class MqttPublisher:
    """The runtime's side channel on the broker: telemetry out, operator requests in.

    ``async with MqttPublisher(settings, on_request=cb) as pub:`` then, from
    the loop's thread or any other, `publish_telemetry(record)`,
    `publish_mode(mode, **extra)`, `publish_trip(summary)`. They never block:
    messages go through a bounded queue (`dropped` counts overflow) and a
    sender task; telemetry is decimated to `telemetry_hz`. The connection is
    kept up with backoff in the background; a broker outage costs telemetry,
    never a tick.

    Requests arrive on ``<prefix>/<rig>/request`` as msgpack maps
    ``{"op": "arm"|"disarm"|"reset"|"stop", ...}``. Retained requests are
    ignored (a stored "arm" must never act later). ``stop`` is always passed
    to the callback; others only when listed in `settings.remote_requests`.
    Every request gets a reply map ``{"op", "ok", "message", "id"}`` on
    ``<prefix>/<rig>/reply``.
    """

    def __init__(
        self,
        settings: MqttSettings,
        *,
        on_request: RequestCallback | None = None,
        telemetry_hz: float = 10.0,
        mode_refresh_s: float = 2.0,
        queue_size: int = 256,
        first_delay_s: float = 0.1,
        max_delay_s: float = 2.0,
    ) -> None:
        if not settings.rig:
            raise ValueError("MqttPublisher needs a rig name (settings.rig)")
        self.settings = settings
        self.topics = Topics(settings.prefix, settings.rig)
        self.on_request = on_request
        self.telemetry_period = 1.0 / telemetry_hz if telemetry_hz > 0 else 0.0
        self.mode_refresh_s = mode_refresh_s
        self.connected = False
        self.published = 0
        self.dropped = 0
        self.requests: collections.deque[tuple[str, bool, str]] = collections.deque(maxlen=64)
        self.last_error = ""
        self._queue_size = queue_size
        self._first_delay = first_delay_s
        self._max_delay = max_delay_s
        self._queue: asyncio.Queue[tuple[str, bytes, int, bool, int]] | None = None
        self._loop: asyncio.AbstractEventLoop | None = None
        self._task: asyncio.Task[None] | None = None
        self._last_telemetry = -math.inf
        self._mode: bytes | None = None
        self._connected_event: asyncio.Event | None = None

    async def __aenter__(self) -> MqttPublisher:
        self._loop = asyncio.get_running_loop()
        self._queue = asyncio.Queue(self._queue_size)
        self._connected_event = asyncio.Event()
        self._task = self._loop.create_task(self._supervise(), name="mqtt-publisher")
        return self

    async def __aexit__(
        self,
        exc_type: type[BaseException] | None,
        exc: BaseException | None,
        tb: TracebackType | None,
    ) -> None:
        task, self._task = self._task, None
        if task is not None:
            # Let queued messages (a final trip, the last mode) go out briefly.
            if self.connected and self._queue is not None:
                with contextlib.suppress(asyncio.TimeoutError):
                    await asyncio.wait_for(self._drain(), 1.0)
            task.cancel()
            # Bounded: whatever the broker does, leaving the publisher ends.
            with contextlib.suppress(BaseException):
                await asyncio.wait({task}, timeout=5.0)

    async def _drain(self) -> None:
        assert self._queue is not None
        while not self._queue.empty() and self.connected:
            await asyncio.sleep(0.01)

    async def wait_connected(self, timeout_s: float = 5.0) -> bool:
        """Wait until the publisher is connected and subscribed; False on timeout."""
        assert self._connected_event is not None
        with contextlib.suppress(asyncio.TimeoutError):
            await asyncio.wait_for(self._connected_event.wait(), timeout_s)
        return self.connected

    # ------------------------------------------------------------ producer side (any thread)

    def _enqueue(self, topic: str, payload: bytes, qos: int, retain: bool, exp: int) -> None:
        loop = self._loop
        if loop is None or loop.is_closed():
            return
        item = (topic, payload, qos, retain, exp)
        try:
            running = asyncio.get_running_loop()
        except RuntimeError:
            running = None
        if running is loop:
            self._put(item)
        else:
            loop.call_soon_threadsafe(self._put, item)

    def _put(self, item: tuple[str, bytes, int, bool, int]) -> None:
        assert self._queue is not None
        try:
            self._queue.put_nowait(item)
        except asyncio.QueueFull:
            self.dropped += 1

    def publish_telemetry(self, record: Mapping[str, Any], *, now: float | None = None) -> bool:
        """Queue one telemetry record unless within the decimation period; True if queued."""
        t = time.monotonic() if now is None else now
        if t - self._last_telemetry < self.telemetry_period:
            return False
        self._last_telemetry = t
        payload = msgpack.packb(dict(record), default=_to_builtin)
        self._enqueue(self.topics.telemetry, payload, 0, False, self.settings.sample_expiry_s)
        return True

    def publish_mode(self, mode: str, **extra: Any) -> None:
        """Queue the supervisor mode (retained, with expiry; refreshed while connected)."""
        payload = msgpack.packb({"mode": mode, "online": True, "t_wall": time.time(), **extra},
                                default=_to_builtin)
        self._mode = payload
        self._enqueue(self.topics.mode, payload, 1, True, self._mode_expiry())

    def publish_trip(self, summary: Mapping[str, Any]) -> None:
        """Queue a trip summary (QoS 1, not retained)."""
        payload = msgpack.packb(dict(summary), default=_to_builtin)
        self._enqueue(self.topics.trip, payload, 1, False, 3600)

    def _mode_expiry(self) -> int:
        return max(1, int(math.ceil(3 * self.mode_refresh_s)))

    # ------------------------------------------------------------ connection

    async def _supervise(self) -> None:
        delay = self._first_delay
        while True:
            will = aiomqtt.Will(
                self.topics.mode,
                msgpack.packb({"mode": "disconnected", "online": False, "t_wall": time.time()}),
                qos=1, retain=True, properties=expiry(self._mode_expiry(), PacketTypes.WILLMESSAGE),
            )
            client = make_client(self.settings, identifier=_client_id("runtime", self.settings.rig),
                                 will=will)
            try:
                await connect_client(client, self.settings)
            except MqttAuthError as exc:
                self.last_error = str(exc)
                await asyncio.sleep(self._max_delay)
                continue
            except LinkClosed as exc:
                self.last_error = str(exc)
                await asyncio.sleep(delay)
                delay = min(delay * 2, self._max_delay)
                continue
            delay = self._first_delay
            try:
                # Retain-as-published: an operator request published with the retain
                # flag keeps it on delivery, so it is recognised and ignored (a stored
                # "arm" must never act, now or later).
                await client.subscribe(self.topics.request,
                                       options=SubscribeOptions(qos=1, retainAsPublished=True))
                self.connected = True
                assert self._connected_event is not None
                self._connected_event.set()
                if self._mode is not None:
                    await client.publish(self.topics.mode, self._mode, qos=1, retain=True,
                                         properties=expiry(self._mode_expiry()))
                async with asyncio.TaskGroup() as tg:
                    tg.create_task(self._send(client))
                    tg.create_task(self._receive(client))
                    tg.create_task(self._refresh_mode(client))
            except* aiomqtt.MqttError as eg:
                self.last_error = str(eg.exceptions[0])
            finally:
                self.connected = False
                if self._connected_event is not None:
                    self._connected_event.clear()
                await disconnect_client(client)
            await asyncio.sleep(delay)

    async def _send(self, client: aiomqtt.Client) -> None:
        assert self._queue is not None
        while True:
            topic, payload, qos, retain, exp = await self._queue.get()
            await client.publish(topic, payload, qos=qos, retain=retain, properties=expiry(exp))
            self.published += 1

    async def _refresh_mode(self, client: aiomqtt.Client) -> None:
        while True:
            await asyncio.sleep(self.mode_refresh_s)
            if self._mode is not None:
                await client.publish(self.topics.mode, self._mode, qos=1, retain=True,
                                     properties=expiry(self._mode_expiry()))

    async def _receive(self, client: aiomqtt.Client) -> None:
        async for m in client.messages:
            if m.topic.value != self.topics.request:
                continue
            await self._handle_request(client, m)

    async def _handle_request(self, client: aiomqtt.Client, m: aiomqtt.Message) -> None:
        if m.retain:
            return  # a stored request is never acted on
        try:
            req = msgpack.unpackb(m.payload, raw=False) if isinstance(m.payload, bytes) else None
        except Exception:
            req = None
        if not isinstance(req, dict) or not isinstance(req.get("op"), str):
            await self._reply(client, {"op": None, "ok": False,
                                       "message": "request must be a msgpack map with 'op'"})
            return
        op = req["op"]
        rid = req.get("id")
        if op not in REQUEST_OPS:
            ok, message = False, f"unknown request {op!r}"
        elif op != "stop" and op not in self.settings.remote_requests:
            ok, message = False, (f"remote {op!r} is not allowed here "
                                  "([link.mqtt] remote_requests)")
        elif self.on_request is None:
            ok, message = False, "no handler for remote requests"
        else:
            try:
                result = self.on_request(op, req)
                if inspect.isawaitable(result):
                    result = await result
            except Exception as exc:
                ok, message = False, f"request failed: {exc}"
            else:
                if isinstance(result, tuple):
                    ok, message = bool(result[0]), str(result[1])
                elif result is None:
                    ok, message = True, "accepted"
                else:
                    ok, message = bool(result), "accepted" if result else "refused"
        self.requests.append((op, ok, message))
        await self._reply(client, {"op": op, "ok": ok, "message": message, "id": rid})

    async def _reply(self, client: aiomqtt.Client, body: dict[str, Any]) -> None:
        await client.publish(self.topics.reply, msgpack.packb(body, default=_to_builtin), qos=1,
                             properties=expiry(60))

************

Only the lines above that hold "elif" are wanted. Show every one of them.

        elif op != "stop" and op not in self.settings.remote_requests:
        elif self.on_request is None:
                elif result is None:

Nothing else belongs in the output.